I remember I was about 5 or 6 months in and my direct line manager went off sick. I was asked to act up to that position (he was Electrical Service Manager – I think the chap had his 15th edition only and no actual electrical quals). At this point, I was completely by myself managing 22,000 properties (electrical cyclical etc.) and my job role specified “The Electrical Safety Management of **************’.


Let me tell you what stood out the most, it’s something that stuck with me for the full time I worked with this Authority and it’s something I now see across the country. It can be completely described in four words:




The tribal mentality is such a show stopper for any organisation that wants to progress positively. Within social housing there are rules that have to be followed, they go something like this:


1.        Do your own job and don’t try to interfere with mine.


2.        Don’t do your job better than anyone else’s as this will put the spotlight on them.


3.        You’re not allowed to discuss or implement changes that will affect anyone else’s budget.


You think I’m joking!!!!


Let me give you an example;


Mutual Exchange in Social Housing. When a tenant shakes hands with another tenant and swaps houses (more to it than that). To stay within the law, we have to verify that the electrical system is safe at the beginning of the tenancy. So, this means we have to send an electrician round to check both properties prior to the move. But when do we do this?
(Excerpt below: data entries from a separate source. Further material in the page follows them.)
"""Choose the coordinate system of a register, and how to convert from it to WGS 84."""

from __future__ import annotations

from dataclasses import dataclass
from typing import TYPE_CHECKING

import pyproj
import pyproj.exceptions

from georoute.register.codes import Code, new_finding

if TYPE_CHECKING:
    from georoute.domain.findings import Finding

__all__ = ["Crs", "find_crs"]

_WGS84 = pyproj.CRS.from_epsg(4326)


@dataclass(frozen=True, slots=True, kw_only=True)
class Crs:
    """How to convert to WGS 84; without a ``transformer`` coordinates are such degrees already."""

    transformer: pyproj.Transformer | None
    name: str = ""
    findings: tuple[Finding, ...] = ()


def find_crs(*, stated: str, wanted: str | None, needed: bool) -> Crs:
    """Choose the coordinate system: what the file states wins over the setting.

    Parameters
    ----------
    stated
        What the file itself says; ``""`` where it says nothing.
    wanted
        The ``crs`` setting.
    needed
        Whether a file that states nothing needs the setting (geometries without a system).

    Returns
    -------
    Crs
        The system, with findings about the choice.
    """
    findings: list[Finding] = []
    system = _parse(stated) if stated else None
    if wanted is not None:
        asked = _parse(wanted)
        if asked is None:
            findings.append(_unknown_crs(f"`{wanted}` is no coordinate system", wanted))
        elif system is None:
            system = asked
        elif not system.equals(asked, ignore_axis_order=True):
            findings.append(
                new_finding(
                    Code.SETTING_NOT_USED,
                    f"the file states its own coordinate system, {system.name}; "
                    f"the setting {wanted} is not used",
                    "take the setting out, or correct the file's own statement in a GIS",
                    column="crs",
                    value=wanted,
                )
            )
    if system is None and needed and not findings:
        findings.append(_unknown_crs("the file does not state its coordinate system", ""))
    if system is None or system.equals(_WGS84, ignore_axis_order=True):
        return Crs(transformer=None, findings=tuple(findings))
    try:
        transformer = pyproj.Transformer.from_crs(system, _WGS84, always_xy=True)
    except pyproj.exceptions.ProjError:
        message = f"{system.name} cannot be converted to WGS 84"
        findings.append(_unknown_crs(message, wanted or stated))
        return Crs(transformer=None, findings=tuple(findings))
    findings.append(
        new_finding(
            Code.CONVERTED_TO_WGS84,
            f"coordinates were converted from {system.name} to WGS 84",
            "nothing to do if that is right",
            column="crs",
            value=system.to_string()[:40],
        )
    )
    return Crs(transformer=transformer, name=system.name, findings=tuple(findings))


def _unknown_crs(message: str, value: str) -> Finding:
    return new_finding(
        Code.UNKNOWN_CRS,
        message,
        'name it by its EPSG code in the programme, for instance [register] crs = "EPSG:32719"',
        column="crs",
        value=value,
    )


def _parse(text: str) -> pyproj.CRS | None:
    try:
        system = pyproj.CRS.from_user_input(text)
    except (pyproj.exceptions.CRSError, ValueError):
        return None
    if system.is_projected or system.is_geographic or system.is_bound:
        return system
    return system.sub_crs_list[0] if system.is_compound else None
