"""What every reader hands on: a table of cells as they stand in the file."""

from __future__ import annotations

import re
from dataclasses import dataclass
from datetime import date, datetime, time
from typing import TYPE_CHECKING

from georoute.errors import InputError

if TYPE_CHECKING:
    from collections.abc import Sequence

    from georoute.domain.findings import Finding
    from georoute.register.codes import Code

__all__ = [
    "Cell",
    "RawRow",
    "RawTable",
    "UnreadableFileError",
    "Unusable",
    "cell_text",
    "drop_empty_rows",
    "is_blank",
    "padded",
]


@dataclass(frozen=True, slots=True, kw_only=True)
class Unusable:
    """A cell without a usable value: a formula never computed, or a spreadsheet error."""

    code: Code
    text: str


Cell = str | int | float | bool | date | datetime | time | Unusable | None


@dataclass(frozen=True, slots=True, kw_only=True)
class RawRow:
    """One row: its number as a person sees it, its cells, and its point where it has one.

    ``point`` is (x, y) in the file's coordinate system; ``shape`` names the kind of geometry
    where it is not a point.
    """

    number: int
    cells: tuple[Cell, ...]
    point: tuple[float, float] | None = None
    shape: str = ""


@dataclass(frozen=True, slots=True, kw_only=True)
class RawTable:
    """Headers and rows of a file.

    ``decimal_comma`` is true where numbers in text cells are written with one; ``crs`` is the
    coordinate system the file itself states (``""``: none); ``has_geometry`` is true where
    places come from geometries, not from columns. ``header_row`` is ``None`` for files whose
    columns have no row of their own.
    """

    headers: tuple[str, ...]
    rows: tuple[RawRow, ...]
    findings: tuple[Finding, ...] = ()
    header_row: int | None = 1
    decimal_comma: bool = False
    has_geometry: bool = False
    crs: str = ""


class UnreadableFileError(InputError):
    """A file that cannot be read at all; the reader of registers turns it into findings."""

    def __init__(self, findings: Sequence[Finding]) -> None:
        super().__init__(findings[0].message, findings=findings)


def is_blank(cell: Cell) -> bool:
    """Tell whether a cell is empty or holds blanks only."""
    return cell is None or (isinstance(cell, str) and not cell.strip())


_MIDNIGHT = time(0)

_EXACT = 1e15
"""Up to here every whole number is a float of its own."""


def cell_text(cell: Cell) -> str:  # noqa: PLR0911 - one way out per kind of cell
    """Return the text a person would have written for a cell; whole numbers without a point."""
    if cell is None:
        return ""
    if isinstance(cell, str):
        return cell
    if isinstance(cell, bool):
        return "true" if cell else "false"
    if isinstance(cell, float):
        return str(int(cell)) if cell.is_integer() and abs(cell) < _EXACT else repr(cell)
    if isinstance(cell, datetime):
        if cell.timetz() == _MIDNIGHT:
            return cell.date().isoformat()
        return cell.isoformat()
    if isinstance(cell, (date, time)):
        return cell.isoformat()
    return cell.text if isinstance(cell, Unusable) else str(cell)


def drop_empty_rows(rows: Sequence[RawRow]) -> tuple[RawRow, ...]:
    """Leave out rows without any content; spreadsheets are full of them."""
    return tuple(
        row
        for row in rows
        if row.point is not None or row.shape or not all(is_blank(cell) for cell in row.cells)
    )


_ZEROS = re.compile(r"^0+$")


def padded(number: int, number_format: str) -> str | None:
    """Return a whole number with the leading zeros its cell format shows, if it shows any."""
    if number >= 0 and _ZEROS.match(number_format) and len(number_format) > len(str(number)):
        return str(number).zfill(len(number_format))
    return None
On the day of the move, as soon as they agree, do we check both initially and then check again on the day doing two tests?
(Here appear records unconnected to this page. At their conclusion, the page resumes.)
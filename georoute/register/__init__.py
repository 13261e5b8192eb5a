"""Read and check the register and the programme file."""

from __future__ import annotations

from georoute.register.codes import CODE_MEANINGS, Code
from georoute.register.columns import COLUMNS, Column, ColumnKind
from georoute.register.programme_fields import ProgrammeField, programme_fields
from georoute.register.programme_file import check_programme, read_programme
from georoute.register.reader import (
    DEFAULT_ACCESS_S,
    DEFAULT_WORK_S,
    check_register,
    read_register,
)
from georoute.register.report import write_findings

__all__ = [
    "CODE_MEANINGS",
    "COLUMNS",
    "DEFAULT_ACCESS_S",
    "DEFAULT_WORK_S",
    "Code",
    "Column",
    "ColumnKind",
    "ProgrammeField",
    "check_programme",
    "check_register",
    "programme_fields",
    "read_programme",
    "read_register",
    "write_findings",
]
The authority I worked for did one on the day of the move. My concern here was that some were, and had, been missed. I wanted to change this to a test booked and complete with approval for swap only after receiving a satisfactory document. I suggested this and was immediately asked to attend a meeting with a manager who was one grade above me. Surprise surprise the manager was the person who wrote the specification……!!!


‘Ryan, I wrote that spec and had it agreed with legal. It’s not changing”
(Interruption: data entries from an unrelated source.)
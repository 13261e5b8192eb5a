"""Find the line of a key in a TOML text; the library that parses it does not keep them."""

from __future__ import annotations

import re
from typing import TYPE_CHECKING

if TYPE_CHECKING:
    from collections.abc import Iterator

__all__ = ["KeyLines"]

_PART = r"""(?:[A-Za-z0-9_-]+|"[^"\n]*"|'[^'\n]*')"""
_KEY = rf"{_PART}(?:\s*\.\s*{_PART})*"
_TABLES = re.compile(rf"\s*\[\[\s*({_KEY})\s*\]\]")
_TABLE = re.compile(rf"\s*\[\s*({_KEY})\s*\]")
_PAIR = re.compile(rf"\s*({_KEY})\s*=(.*)", re.DOTALL)
_TOKEN = re.compile(r"""\"\"\"|'''|"(?:\\.|[^"\\\n])*"|'[^'\n]*'|\#.*|[\[\]{}]""")

Path = tuple[str | int, ...]


def _parts(key: str) -> tuple[str, ...]:
    return tuple(part.strip("\"'") for part in re.findall(_PART, key))


class KeyLines:
    """Lines of keys, counted from 1; paths are keys, and positions from 0 in arrays of tables.

    Only what stands at the start of a line is seen; a key inside braces or an element of a list
    has the line of the key that holds it.
    """

    def __init__(self, text: str) -> None:
        self._lines: dict[Path, int] = {}
        self._counts: dict[Path, int] = {}
        table: Path = ()
        for number, line in _statements(text):
            if match := _TABLES.match(line):
                *parents, last = _parts(match[1])
                path = (*self._resolved(tuple(parents)), last)
                self._counts[path] = self._counts.get(path, -1) + 1
                table = (*path, self._counts[path])
                self._lines.setdefault(path, number)
                self._lines[table] = number
            elif match := _TABLE.match(line):
                table = self._resolved(_parts(match[1]))
                self._lines.setdefault(table, number)
            elif match := _PAIR.match(line):
                path = table
                for part in _parts(match[1]):
                    path = (*path, part)
                    self._lines.setdefault(path, number)

    def _resolved(self, keys: tuple[str, ...]) -> Path:
        path: Path = ()
        for key in keys:
            path = (*path, key)
            if path in self._counts:
                path = (*path, self._counts[path])
        return path

    def line_of(self, path: Path) -> int | None:
        """Return the line of a key, else of what holds it; ``None`` where neither is seen."""
        while path:
            if path in self._lines:
                return self._lines[path]
            path = path[:-1]
        return None


def _statements(text: str) -> Iterator[tuple[int, str]]:
    """Yield the lines that begin a statement, passing over the insides of long values."""
    fence, depth = "", 0
    for number, line in enumerate(text.split("\n"), start=1):
        rest = line
        if fence:
            _, found, rest = line.partition(fence)
            if not found:
                continue
            fence = ""
        elif depth == 0:
            yield number, line
            if _TABLE.match(line) or _TABLES.match(line):
                continue
        fence, change = _open_ends(rest)
        depth = max(0, depth + change)


def _open_ends(text: str) -> tuple[str, int]:
    """Return the fence of a string left open at the end of a line, and the change of depth."""
    position, depth = 0, 0
    while match := _TOKEN.search(text, position):
        mark, position = match[0], match.end()
        if mark in ('"""', "'''"):
            end = text.find(mark, position)
            if end < 0:
                return mark, depth
            position = end + len(mark)
        elif mark in "[{":
            depth += 1
        elif mark in "]}":
            depth -= 1
    return "", depth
The meeting lasted about 10 minutes with him telling me about rule number 1 above. The only problem is that’s not your job, its mine. Electrical safety and all. Problem is, he held the purse for responsive and I held the risk of compliance.


A few other examples for you that will highlight the point more;


I would fall upon a void that is to be re-let, I check the installation and find the system still has BS3036 fuses and no RCD. I approach the void manager and highlight re-letting a property now with 3036 fuses could potentially be dangerous down the line as we won’t be able to get in and install full RCD. I mean the results are fine but the installation is old and we should at least fit RCD as a minimum. I am then met with:


We have a timescale to re-let this property. Do I have to install RCD by law?




I receive a call when I had a team of guys managing risk with me, the call is from the investment manager asking if I could send someone to a scheme to hand over the full refurb of a sheltered scheme. They must have just painted it or wallpapered around the accessories…. No, full refurb of controlled entry, fire alarms, emergency lighting, wiring, sub-mains to apartments, the whole lot.


I kick up a fuss with the CEO who then invites the investment manager in (who subsequently is one of the guys who used to be electrical and has old qualifications). Apparently its ok because they used the old specifications which they used early 2000’s to rewire another scheme. You know the ones that state:


“All electrical work to be carried out in accordance with IEE wiring regulations and must be completed by an NICEIC or ECA contractor”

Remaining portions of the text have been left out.